▶ Task to carry out: Locate each line in the records containing "VARIANTS". Copy it.

Data entries:

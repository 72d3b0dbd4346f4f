"""Unit conversions against NIST SP 811 (Appendix B) values, through pint."""

import pytest

from reagentplan.units import KG_PER_GJ_TO_LB_PER_MMBTU, VARIANTS, conversion_factor


def test_short_ton_is_nist_value():
    """NIST SP 811 B.9: 1 ton (short, 2000 lb) = 907.184 74 kg."""
    assert conversion_factor("short_ton", "kg") == pytest.approx(907.18474, rel=1e-12)
    assert VARIANTS["capacity_t"].factor == pytest.approx(0.90718474, rel=1e-12)


def test_btu_is_international_table_value():
    """NIST SP 811 B.9: 1 Btu_IT = 1.055 055 852 62 E+03 J."""
    assert conversion_factor("Btu_it", "J") == pytest.approx(1055.05585262, rel=1e-12)


def test_heat_rate_and_heating_value():
    """10,000 Btu/kWh = 10.550 558 GJ/MWh; 1 Btu/lb = 2.326 kJ/kg exactly (NIST SP 811)."""
    assert 10000 * VARIANTS["heat_rate_gj_per_mwh"].factor == pytest.approx(10.5505585262, rel=1e-10)
    assert VARIANTS["hhv_mj_per_kg"].factor == pytest.approx(2.326e-3, rel=1e-12)


def test_emission_rate_lb_per_mmbtu():
    """1 lb/MMBtu = 0.453 592 37 kg / 1.055 055 852 62 GJ = 0.429 923 kg/GJ (NIST SP 811)."""
    expected = 0.45359237 / 1.05505585262
    assert VARIANTS["so2_limit_kg_per_gj"].factor == pytest.approx(expected, rel=1e-10)
    assert KG_PER_GJ_TO_LB_PER_MMBTU == pytest.approx(1 / expected, rel=1e-10)


def test_price_per_short_ton():
    """$10 per short ton is $11.023 per tonne (1 t = 1.102 311 3 short ton, NIST SP 811)."""
    assert 10 * VARIANTS["price_per_t"].factor == pytest.approx(11.0231131, rel=1e-8)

▶ Answer to this problem:
from reagentplan.units import KG_PER_GJ_TO_LB_PER_MMBTU, VARIANTS, conversion_factor
    assert VARIANTS["capacity_t"].factor == pytest.approx(0.90718474, rel=1e-12)
    assert 10000 * VARIANTS["heat_rate_gj_per_mwh"].factor == pytest.approx(10.5505585262, rel=1e-10)
    assert VARIANTS["hhv_mj_per_kg"].factor == pytest.approx(2.326e-3, rel=1e-12)
    assert VARIANTS["so2_limit_kg_per_gj"].factor == pytest.approx(expected, rel=1e-10)
    assert 10 * VARIANTS["price_per_t"].factor == pytest.approx(11.0231131, rel=1e-8)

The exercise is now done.